Moroccan police arrest 17, break up network



Some in the group have ties to Al-Qaida in Iraq.
RABAT, Morocco (AP) -- Moroccan police have dismantled a terrorist network, arresting 17 people, including two former prisoners at the U.S. base in Guantanamo, Cuba, the official MAP news agency reported Sunday. At least some of the suspects were linked to Al-Qaida in Iraq.
Brahim Benchekroun and Mohammed Mazouz -- among five Moroccans freed from Guantanamo in August 2004 -- were among the suspects.
They were arrested Nov. 11 at their homes in connection with a probe into Al-Qaida, a Moroccan security official said, among 17 implicated in the network. The official, not authorized to speak publicly, asked not to be identified by name.
Information about the network, dismantled before it was fully structured, remained sketchy, and it was unclear when the other arrests were made.
Top suspects
The top two suspects, Khaled Azig and Mohamed R'ha, were recruiting extremists for their cause, MAP quoted police as saying. Members of the network had links with small groups on the Iraqi border and close ties to leading members of the Al-Qaida terror network, MAP reported.

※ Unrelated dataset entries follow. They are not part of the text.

"""Kinematic and static indeterminacy, redundant constraints and mechanisms of a frame.

The counts are exact linear algebra on the same numbering of unknowns the
stiffness solver uses (`analysis.stiffness.dofs.build_dofs`), so the kinematic
count is, by construction, the size of the system the solver solves.

Kinematic indeterminacy (independent joint displacements)
---------------------------------------------------------
::

    kinematic = joints * dof_per_joint + releases - restraints - constraints - reductions

joints
    every node of the frame.
dof_per_joint
    3 in a plane analysis (two translations in the plane and the rotation
    about its normal), 6 in space.
releases
    own end rotations of rotational end releases (My, Mz) of frame members
    (truss members excluded): a hinged member end turns on its own, so each
    released bending rotation adds one unknown. In a plane analysis only the
    release of the in-plane bending moment counts.
restraints
    support components held rigidly (in the analysed components). Elastic
    supports (springs) restrain nothing for this count.
constraints
    the rank of the exact constraint rows (axially rigid members, rigid bodies,
    floor diaphragms) after the supports are applied: the number of
    *independent* constraints. A row that repeats what supports or earlier
    rows already fix is a redundant constraint: it is listed
    (``redundant_constraints`` = rows - rank) and explained, never counted.
reductions
    components that are not unknowns: joint rotations nothing attaches to
    (the rotations of pin-jointed truss joints, of joints where every member
    is hinged), own end rotations condensed out, and rotations at pinned ends
    condensed with ``AnalysisOptions.condense_pinned``.

The JSON ``terms`` block holds exactly these keys (plus
``redundant_constraints``); ``releases`` is an addition to the first version
of the contract.

Joint by joint
--------------
`Indeterminacy.joints` splits the same count by joint, as a hand calculation
does: at every joint ::

    DOF + releases - restrained - eliminated - reduced = unknowns + own rotations

where ``eliminated`` are the components an independent exact constraint takes
away (each independent constraint takes exactly one; which one follows the rule
of `ATTRIBUTION_RULE`, the choice the solver's elimination makes) and
``reduced`` the components that are no unknowns (rotations nothing attaches to,
pinned ends condensed, own end rotations condensed). Summed over the joints the
columns are the terms above and the right-hand side is the kinematic count.

Static indeterminacy (number of redundants)
-------------------------------------------
From the ranks of the equilibrium matrix ``B`` (equations x force unknowns):
states of self-stress ``s = unknowns - rank(B)`` and mechanisms
``m = equations - rank(B)``, hence ::

    static = s = m + member_forces + reactions + constraint_forces - equations

member_forces
    independent end forces of each member: 3 per plane-frame member, 6 per
    space-frame member, less the end actions its releases set to zero (the
    rank of the released rows of the member's end-force map, so a release
    repeated at both ends is not counted twice); a truss member carries 1.
reactions
    restraints + springs: an elastic support carries a reaction, so for the
    static count it is a redundant like a rigid support.
constraint_forces
    one force per rigid-body or diaphragm constraint row (the axial force of
    an axially rigid member is already a member force), so the static count
    does not depend on the inextensible idealisation.
equations
    joints * dof_per_joint - joint rotations nothing attaches to.

The mechanisms ``m`` are the displacement modes with no constraint and no
stiffness: the null space of the reduced stiffness. It is computed from the
geometry alone (the zero-deformation conditions of every member, spring,
support and constraint) after collapsing every cluster of rigidly connected
members and rigid bodies to one rigid body, so a building of moment frames
reduces to a few dozen unknowns. A condition that leaves a single unknown
free fixes it (a supported cluster, then whatever hangs on it, in turn);
what remains falls apart into small connected blocks, each ranked densely
(an SVD), so a model of hundreds of loose cleats, plates and pin-jointed
parts is counted in seconds. When a block stays larger than `DENSE_LIMIT`
the reduced stiffness is factorised instead, and only a failed
factorisation leads to an eigenvalue count, per connected block of the
stiffness, dense up to `DENSE_LIMIT` unknowns; a bigger block is asked for
at most `MAX_SPARSE_NULL` zero eigenvalues, and a count that reaches that
bound is said to be a lower bound in the notes. For a pin-jointed truss the result satisfies
the extended Maxwell rule ``s - m = b + r - 2j`` (plane) or ``b + r - 3j``
(space).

Al-Qaida in Iraq is reportedly holding two Moroccan Embassy employees who disappeared Oct. 20 while driving to Baghdad from Jordan.
Benchekroun and Mazouz were arrested in Pakistan and Afghanistan in late 2001 and among five Moroccans accused of taking training courses in how to handle firearms and make explosives.
Released by U.S.
A suspected former body guard of Osama bin Laden, Abdellah Tabarak, was also among the five released from Guantanamo. They were given provisional freedom in Morocco after leaving U.S. custody, but all face trial in their home country.
Morocco, a U.S. ally, has been tracking Islamic extremists since bombing attacks in Casablanca in 2003 killed 45 people -- 13 of them suicide bombers. The Moroccan Islamic Combatant Group is suspected in the bombings that authorities have linked to Al-Qaida.